**Work instruction:** Beginning with the first line of the data below, set down each line exactly through the line that contains "import java.util.concurrent.Callable;".

[Stored data]
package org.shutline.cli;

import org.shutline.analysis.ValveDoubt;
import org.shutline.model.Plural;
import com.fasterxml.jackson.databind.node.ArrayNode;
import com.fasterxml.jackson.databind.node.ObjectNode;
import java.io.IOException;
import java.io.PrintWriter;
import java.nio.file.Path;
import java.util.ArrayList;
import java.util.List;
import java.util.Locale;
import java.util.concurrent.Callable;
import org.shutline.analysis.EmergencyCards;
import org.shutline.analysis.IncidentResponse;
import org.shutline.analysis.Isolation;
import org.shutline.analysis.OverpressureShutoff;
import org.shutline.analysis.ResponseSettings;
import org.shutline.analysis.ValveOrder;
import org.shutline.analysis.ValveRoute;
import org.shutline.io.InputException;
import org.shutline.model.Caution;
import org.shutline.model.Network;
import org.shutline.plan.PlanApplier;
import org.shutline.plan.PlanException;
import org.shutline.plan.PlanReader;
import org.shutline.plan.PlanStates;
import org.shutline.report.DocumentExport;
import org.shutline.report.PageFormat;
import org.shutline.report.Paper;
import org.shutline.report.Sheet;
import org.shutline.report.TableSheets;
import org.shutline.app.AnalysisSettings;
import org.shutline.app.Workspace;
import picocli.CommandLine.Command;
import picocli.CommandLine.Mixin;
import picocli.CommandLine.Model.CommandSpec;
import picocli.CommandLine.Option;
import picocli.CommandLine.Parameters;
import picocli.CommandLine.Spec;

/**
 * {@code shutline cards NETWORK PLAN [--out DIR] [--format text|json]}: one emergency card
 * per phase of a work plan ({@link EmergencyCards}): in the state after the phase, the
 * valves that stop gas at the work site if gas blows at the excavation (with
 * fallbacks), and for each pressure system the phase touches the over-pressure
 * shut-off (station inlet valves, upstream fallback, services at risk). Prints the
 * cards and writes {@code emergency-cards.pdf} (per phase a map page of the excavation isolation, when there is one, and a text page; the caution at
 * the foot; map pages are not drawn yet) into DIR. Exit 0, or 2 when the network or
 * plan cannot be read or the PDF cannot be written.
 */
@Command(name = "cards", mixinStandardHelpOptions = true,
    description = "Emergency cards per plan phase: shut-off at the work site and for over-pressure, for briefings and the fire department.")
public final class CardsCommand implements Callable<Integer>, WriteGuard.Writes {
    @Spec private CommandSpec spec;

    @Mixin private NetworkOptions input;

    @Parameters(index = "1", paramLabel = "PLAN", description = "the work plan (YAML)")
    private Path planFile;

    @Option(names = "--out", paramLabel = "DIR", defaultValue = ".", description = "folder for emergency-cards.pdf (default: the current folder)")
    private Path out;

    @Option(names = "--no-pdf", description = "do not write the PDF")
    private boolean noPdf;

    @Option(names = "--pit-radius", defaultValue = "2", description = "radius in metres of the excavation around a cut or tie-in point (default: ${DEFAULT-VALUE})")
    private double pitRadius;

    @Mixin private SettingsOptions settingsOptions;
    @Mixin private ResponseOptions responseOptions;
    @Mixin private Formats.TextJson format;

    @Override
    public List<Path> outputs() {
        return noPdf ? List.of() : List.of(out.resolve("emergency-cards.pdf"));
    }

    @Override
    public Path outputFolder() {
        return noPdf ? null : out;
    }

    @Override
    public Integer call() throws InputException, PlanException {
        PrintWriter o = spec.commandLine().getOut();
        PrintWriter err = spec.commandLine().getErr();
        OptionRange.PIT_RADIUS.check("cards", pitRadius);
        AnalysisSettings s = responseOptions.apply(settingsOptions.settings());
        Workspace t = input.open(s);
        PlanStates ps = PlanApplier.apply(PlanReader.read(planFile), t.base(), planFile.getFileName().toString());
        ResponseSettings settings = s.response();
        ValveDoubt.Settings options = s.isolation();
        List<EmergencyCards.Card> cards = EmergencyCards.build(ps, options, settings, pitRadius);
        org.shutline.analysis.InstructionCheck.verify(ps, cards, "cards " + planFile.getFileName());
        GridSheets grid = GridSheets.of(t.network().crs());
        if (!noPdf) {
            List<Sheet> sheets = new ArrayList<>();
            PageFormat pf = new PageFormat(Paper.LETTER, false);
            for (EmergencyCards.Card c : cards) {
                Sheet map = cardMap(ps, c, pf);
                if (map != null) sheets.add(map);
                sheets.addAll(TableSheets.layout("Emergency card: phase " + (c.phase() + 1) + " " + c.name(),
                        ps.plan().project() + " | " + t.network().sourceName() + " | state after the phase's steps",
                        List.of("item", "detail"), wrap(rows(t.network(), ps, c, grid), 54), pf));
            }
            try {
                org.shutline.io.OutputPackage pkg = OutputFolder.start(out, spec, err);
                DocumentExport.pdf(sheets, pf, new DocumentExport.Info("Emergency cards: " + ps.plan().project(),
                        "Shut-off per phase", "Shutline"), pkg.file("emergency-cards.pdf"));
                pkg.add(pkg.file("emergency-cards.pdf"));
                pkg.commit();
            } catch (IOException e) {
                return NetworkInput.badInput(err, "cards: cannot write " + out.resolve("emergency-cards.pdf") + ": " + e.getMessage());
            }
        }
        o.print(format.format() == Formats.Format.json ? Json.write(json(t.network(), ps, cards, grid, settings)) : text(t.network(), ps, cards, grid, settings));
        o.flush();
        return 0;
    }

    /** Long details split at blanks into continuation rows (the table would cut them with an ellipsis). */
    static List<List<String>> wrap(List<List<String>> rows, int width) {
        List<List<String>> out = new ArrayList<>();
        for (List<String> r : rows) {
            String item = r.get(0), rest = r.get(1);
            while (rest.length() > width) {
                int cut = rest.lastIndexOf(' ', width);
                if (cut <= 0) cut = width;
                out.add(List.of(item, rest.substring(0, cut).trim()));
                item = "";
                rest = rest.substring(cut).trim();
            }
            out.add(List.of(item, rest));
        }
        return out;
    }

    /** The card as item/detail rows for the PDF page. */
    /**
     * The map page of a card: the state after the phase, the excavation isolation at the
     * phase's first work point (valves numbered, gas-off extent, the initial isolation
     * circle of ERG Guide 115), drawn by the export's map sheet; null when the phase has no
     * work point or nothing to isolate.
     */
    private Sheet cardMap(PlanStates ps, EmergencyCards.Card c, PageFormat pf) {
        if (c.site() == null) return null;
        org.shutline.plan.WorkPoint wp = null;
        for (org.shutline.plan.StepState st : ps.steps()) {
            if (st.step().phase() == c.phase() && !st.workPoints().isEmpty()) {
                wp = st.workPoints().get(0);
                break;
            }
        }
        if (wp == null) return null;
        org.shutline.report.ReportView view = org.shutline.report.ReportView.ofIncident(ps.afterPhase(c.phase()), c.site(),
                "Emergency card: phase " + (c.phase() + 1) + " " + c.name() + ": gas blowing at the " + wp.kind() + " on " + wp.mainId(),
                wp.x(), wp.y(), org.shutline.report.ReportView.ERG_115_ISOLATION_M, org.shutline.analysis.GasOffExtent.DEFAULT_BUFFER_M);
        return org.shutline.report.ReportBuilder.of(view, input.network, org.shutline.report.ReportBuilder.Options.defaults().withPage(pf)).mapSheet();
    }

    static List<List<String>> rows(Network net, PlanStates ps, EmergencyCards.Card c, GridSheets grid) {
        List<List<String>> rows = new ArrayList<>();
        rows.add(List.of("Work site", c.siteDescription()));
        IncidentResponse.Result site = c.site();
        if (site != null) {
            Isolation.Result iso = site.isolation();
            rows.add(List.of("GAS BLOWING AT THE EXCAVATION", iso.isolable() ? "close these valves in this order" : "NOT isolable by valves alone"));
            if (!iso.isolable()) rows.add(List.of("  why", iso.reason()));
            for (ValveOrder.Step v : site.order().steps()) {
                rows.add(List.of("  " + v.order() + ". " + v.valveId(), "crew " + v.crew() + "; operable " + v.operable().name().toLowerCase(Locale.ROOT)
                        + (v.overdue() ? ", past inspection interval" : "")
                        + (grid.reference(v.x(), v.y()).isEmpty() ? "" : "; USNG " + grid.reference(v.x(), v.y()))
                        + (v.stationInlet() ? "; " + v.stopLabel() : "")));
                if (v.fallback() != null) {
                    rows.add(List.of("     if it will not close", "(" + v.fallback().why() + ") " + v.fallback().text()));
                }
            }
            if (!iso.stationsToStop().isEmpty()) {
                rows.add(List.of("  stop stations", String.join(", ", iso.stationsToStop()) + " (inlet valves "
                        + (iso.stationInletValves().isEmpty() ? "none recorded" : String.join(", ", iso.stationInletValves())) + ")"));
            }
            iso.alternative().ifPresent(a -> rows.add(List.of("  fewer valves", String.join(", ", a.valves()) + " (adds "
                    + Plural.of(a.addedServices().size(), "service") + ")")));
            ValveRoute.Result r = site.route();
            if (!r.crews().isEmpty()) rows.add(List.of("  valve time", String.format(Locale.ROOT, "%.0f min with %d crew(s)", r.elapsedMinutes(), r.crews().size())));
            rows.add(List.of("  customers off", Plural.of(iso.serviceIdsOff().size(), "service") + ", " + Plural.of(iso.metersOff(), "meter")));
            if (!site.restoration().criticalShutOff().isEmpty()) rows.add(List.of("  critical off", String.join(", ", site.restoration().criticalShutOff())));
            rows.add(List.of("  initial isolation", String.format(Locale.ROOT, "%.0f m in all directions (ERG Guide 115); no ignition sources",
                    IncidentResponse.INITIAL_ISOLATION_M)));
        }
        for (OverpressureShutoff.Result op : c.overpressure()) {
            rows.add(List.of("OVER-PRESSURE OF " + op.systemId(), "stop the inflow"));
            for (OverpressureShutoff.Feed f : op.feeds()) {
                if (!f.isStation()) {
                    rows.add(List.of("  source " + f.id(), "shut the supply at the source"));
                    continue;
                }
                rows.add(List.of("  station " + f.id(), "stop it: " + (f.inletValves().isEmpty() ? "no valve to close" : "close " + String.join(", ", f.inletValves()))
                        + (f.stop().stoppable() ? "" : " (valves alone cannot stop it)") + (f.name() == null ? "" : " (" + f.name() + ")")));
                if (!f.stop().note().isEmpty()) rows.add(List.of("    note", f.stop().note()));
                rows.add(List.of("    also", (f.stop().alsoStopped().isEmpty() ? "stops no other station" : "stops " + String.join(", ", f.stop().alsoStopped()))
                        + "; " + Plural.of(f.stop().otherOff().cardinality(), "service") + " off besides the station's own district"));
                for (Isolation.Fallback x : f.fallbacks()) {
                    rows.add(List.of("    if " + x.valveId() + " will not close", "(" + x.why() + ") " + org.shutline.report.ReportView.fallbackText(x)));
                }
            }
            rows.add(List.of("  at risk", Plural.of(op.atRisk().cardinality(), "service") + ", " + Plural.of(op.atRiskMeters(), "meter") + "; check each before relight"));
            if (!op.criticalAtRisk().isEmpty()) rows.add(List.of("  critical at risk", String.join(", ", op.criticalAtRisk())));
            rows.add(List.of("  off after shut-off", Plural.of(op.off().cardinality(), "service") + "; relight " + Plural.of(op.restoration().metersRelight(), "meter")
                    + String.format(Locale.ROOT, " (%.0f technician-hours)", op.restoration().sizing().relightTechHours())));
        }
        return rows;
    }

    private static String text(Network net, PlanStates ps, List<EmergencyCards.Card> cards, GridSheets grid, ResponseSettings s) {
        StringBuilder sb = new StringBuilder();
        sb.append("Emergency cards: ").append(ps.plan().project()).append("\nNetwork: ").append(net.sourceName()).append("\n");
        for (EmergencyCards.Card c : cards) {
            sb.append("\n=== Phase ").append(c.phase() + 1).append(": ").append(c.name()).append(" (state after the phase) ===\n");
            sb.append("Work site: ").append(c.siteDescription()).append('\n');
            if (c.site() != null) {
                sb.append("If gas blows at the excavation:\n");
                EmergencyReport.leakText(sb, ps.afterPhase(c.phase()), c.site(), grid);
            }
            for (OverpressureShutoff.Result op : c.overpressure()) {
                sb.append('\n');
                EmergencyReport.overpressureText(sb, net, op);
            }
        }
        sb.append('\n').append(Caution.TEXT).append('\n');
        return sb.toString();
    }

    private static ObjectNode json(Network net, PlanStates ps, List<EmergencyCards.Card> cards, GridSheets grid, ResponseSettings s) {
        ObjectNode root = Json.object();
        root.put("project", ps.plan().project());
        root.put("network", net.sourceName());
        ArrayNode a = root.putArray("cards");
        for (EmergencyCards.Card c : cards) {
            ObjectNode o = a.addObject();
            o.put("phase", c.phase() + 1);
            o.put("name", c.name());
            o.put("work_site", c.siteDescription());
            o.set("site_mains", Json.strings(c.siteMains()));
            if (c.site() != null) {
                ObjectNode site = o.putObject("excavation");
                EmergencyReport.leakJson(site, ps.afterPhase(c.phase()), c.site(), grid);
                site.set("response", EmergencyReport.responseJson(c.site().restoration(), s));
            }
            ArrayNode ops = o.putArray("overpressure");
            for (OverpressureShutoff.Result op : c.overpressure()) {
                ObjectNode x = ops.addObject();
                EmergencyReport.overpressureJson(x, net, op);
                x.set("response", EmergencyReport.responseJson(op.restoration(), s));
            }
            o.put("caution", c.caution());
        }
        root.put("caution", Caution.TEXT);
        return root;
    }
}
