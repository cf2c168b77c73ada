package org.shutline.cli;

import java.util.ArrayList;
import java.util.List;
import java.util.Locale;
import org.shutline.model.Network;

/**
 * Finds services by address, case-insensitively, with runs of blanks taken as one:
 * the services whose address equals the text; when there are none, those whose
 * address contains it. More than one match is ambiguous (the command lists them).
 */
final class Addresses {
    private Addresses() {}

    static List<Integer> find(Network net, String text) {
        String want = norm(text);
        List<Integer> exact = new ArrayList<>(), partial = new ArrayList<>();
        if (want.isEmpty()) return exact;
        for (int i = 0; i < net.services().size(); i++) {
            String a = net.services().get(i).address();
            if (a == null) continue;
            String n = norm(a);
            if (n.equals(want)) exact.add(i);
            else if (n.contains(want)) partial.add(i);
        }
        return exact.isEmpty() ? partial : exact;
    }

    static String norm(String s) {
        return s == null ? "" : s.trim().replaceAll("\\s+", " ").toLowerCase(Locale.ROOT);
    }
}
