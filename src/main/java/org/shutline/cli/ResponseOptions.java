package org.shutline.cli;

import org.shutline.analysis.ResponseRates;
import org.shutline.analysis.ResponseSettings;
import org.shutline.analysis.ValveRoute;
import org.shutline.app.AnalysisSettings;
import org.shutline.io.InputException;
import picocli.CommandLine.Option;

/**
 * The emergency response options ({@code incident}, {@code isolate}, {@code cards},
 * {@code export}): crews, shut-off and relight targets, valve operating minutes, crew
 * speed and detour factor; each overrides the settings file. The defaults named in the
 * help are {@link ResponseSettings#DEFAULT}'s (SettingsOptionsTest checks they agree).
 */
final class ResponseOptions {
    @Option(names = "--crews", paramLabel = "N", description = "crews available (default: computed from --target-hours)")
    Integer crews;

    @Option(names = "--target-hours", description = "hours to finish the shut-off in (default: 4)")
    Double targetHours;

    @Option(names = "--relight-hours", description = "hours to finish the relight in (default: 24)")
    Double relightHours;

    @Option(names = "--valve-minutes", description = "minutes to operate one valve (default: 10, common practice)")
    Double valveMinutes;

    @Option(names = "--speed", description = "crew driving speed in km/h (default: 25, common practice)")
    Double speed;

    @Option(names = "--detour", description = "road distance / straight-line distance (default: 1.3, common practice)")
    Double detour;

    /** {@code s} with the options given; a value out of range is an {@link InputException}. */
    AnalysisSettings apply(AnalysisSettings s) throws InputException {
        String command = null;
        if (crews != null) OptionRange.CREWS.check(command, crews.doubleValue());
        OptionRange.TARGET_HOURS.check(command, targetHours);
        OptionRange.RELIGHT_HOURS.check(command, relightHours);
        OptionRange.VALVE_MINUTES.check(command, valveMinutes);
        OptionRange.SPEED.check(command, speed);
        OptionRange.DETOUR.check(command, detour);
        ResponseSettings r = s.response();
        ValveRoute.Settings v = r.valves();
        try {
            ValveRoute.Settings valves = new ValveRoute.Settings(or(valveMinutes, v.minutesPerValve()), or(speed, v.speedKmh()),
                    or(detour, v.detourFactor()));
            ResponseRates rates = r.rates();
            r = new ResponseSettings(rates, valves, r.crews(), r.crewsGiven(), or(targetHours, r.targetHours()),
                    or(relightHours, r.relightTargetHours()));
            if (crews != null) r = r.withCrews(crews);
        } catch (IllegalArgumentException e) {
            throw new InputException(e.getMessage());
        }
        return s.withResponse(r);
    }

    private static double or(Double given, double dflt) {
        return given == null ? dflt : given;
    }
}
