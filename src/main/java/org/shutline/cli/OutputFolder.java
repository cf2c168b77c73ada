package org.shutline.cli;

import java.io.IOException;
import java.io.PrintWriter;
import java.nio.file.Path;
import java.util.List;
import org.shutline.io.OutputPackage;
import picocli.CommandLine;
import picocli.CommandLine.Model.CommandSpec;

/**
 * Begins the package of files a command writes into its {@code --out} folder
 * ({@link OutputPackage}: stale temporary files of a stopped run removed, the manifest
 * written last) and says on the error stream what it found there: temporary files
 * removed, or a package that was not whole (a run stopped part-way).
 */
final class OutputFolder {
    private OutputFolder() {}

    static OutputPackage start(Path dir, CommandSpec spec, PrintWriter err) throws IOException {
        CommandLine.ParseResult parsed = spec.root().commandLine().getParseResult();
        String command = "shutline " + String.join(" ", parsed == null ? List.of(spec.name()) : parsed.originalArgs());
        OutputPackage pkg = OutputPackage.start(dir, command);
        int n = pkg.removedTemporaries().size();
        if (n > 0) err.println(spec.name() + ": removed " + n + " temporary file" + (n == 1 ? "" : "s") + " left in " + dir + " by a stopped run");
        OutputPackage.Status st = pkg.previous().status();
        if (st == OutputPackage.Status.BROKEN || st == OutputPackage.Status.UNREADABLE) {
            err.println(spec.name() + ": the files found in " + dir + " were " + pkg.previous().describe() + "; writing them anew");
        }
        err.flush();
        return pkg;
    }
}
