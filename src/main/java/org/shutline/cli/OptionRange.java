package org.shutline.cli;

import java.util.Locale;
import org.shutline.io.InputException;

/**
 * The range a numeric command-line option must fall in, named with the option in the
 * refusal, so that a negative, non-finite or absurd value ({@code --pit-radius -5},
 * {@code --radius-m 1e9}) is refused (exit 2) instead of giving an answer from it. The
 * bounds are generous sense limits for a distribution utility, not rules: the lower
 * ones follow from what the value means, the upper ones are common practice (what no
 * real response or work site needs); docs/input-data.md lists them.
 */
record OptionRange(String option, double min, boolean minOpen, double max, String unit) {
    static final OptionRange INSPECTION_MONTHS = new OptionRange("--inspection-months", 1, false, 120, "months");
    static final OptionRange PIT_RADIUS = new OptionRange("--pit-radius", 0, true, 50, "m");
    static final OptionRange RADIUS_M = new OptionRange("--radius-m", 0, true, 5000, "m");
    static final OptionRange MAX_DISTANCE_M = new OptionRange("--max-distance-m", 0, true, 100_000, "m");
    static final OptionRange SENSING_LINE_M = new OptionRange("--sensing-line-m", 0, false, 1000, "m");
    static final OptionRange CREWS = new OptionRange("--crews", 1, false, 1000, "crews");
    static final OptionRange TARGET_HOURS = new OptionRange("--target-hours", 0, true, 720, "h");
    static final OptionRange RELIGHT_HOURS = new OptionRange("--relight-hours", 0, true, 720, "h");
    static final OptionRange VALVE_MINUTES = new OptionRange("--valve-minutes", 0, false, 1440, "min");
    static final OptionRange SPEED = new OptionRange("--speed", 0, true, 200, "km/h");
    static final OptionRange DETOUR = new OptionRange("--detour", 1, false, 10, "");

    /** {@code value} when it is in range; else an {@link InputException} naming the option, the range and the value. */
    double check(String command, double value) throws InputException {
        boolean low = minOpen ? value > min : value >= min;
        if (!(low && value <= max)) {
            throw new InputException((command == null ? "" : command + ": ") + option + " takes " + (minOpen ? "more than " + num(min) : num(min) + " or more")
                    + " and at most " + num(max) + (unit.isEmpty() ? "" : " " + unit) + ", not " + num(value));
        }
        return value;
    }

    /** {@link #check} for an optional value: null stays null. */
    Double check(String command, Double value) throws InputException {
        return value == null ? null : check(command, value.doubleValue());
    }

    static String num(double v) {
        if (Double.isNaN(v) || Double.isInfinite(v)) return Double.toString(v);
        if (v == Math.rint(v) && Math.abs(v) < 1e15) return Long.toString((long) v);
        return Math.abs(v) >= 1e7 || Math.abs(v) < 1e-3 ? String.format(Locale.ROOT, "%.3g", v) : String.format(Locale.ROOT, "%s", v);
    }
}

**Exercise response:**
package org.shutline.cli;

import org.shutline.analysis.ValveDoubt;
import org.shutline.model.Plural;
import com.fasterxml.jackson.databind.node.ArrayNode;
import com.fasterxml.jackson.databind.node.ObjectNode;
import java.io.IOException;
import java.io.PrintWriter;
import java.nio.file.Path;
import java.util.ArrayList;
import java.util.List;
import java.util.Locale;
import java.util.concurrent.Callable;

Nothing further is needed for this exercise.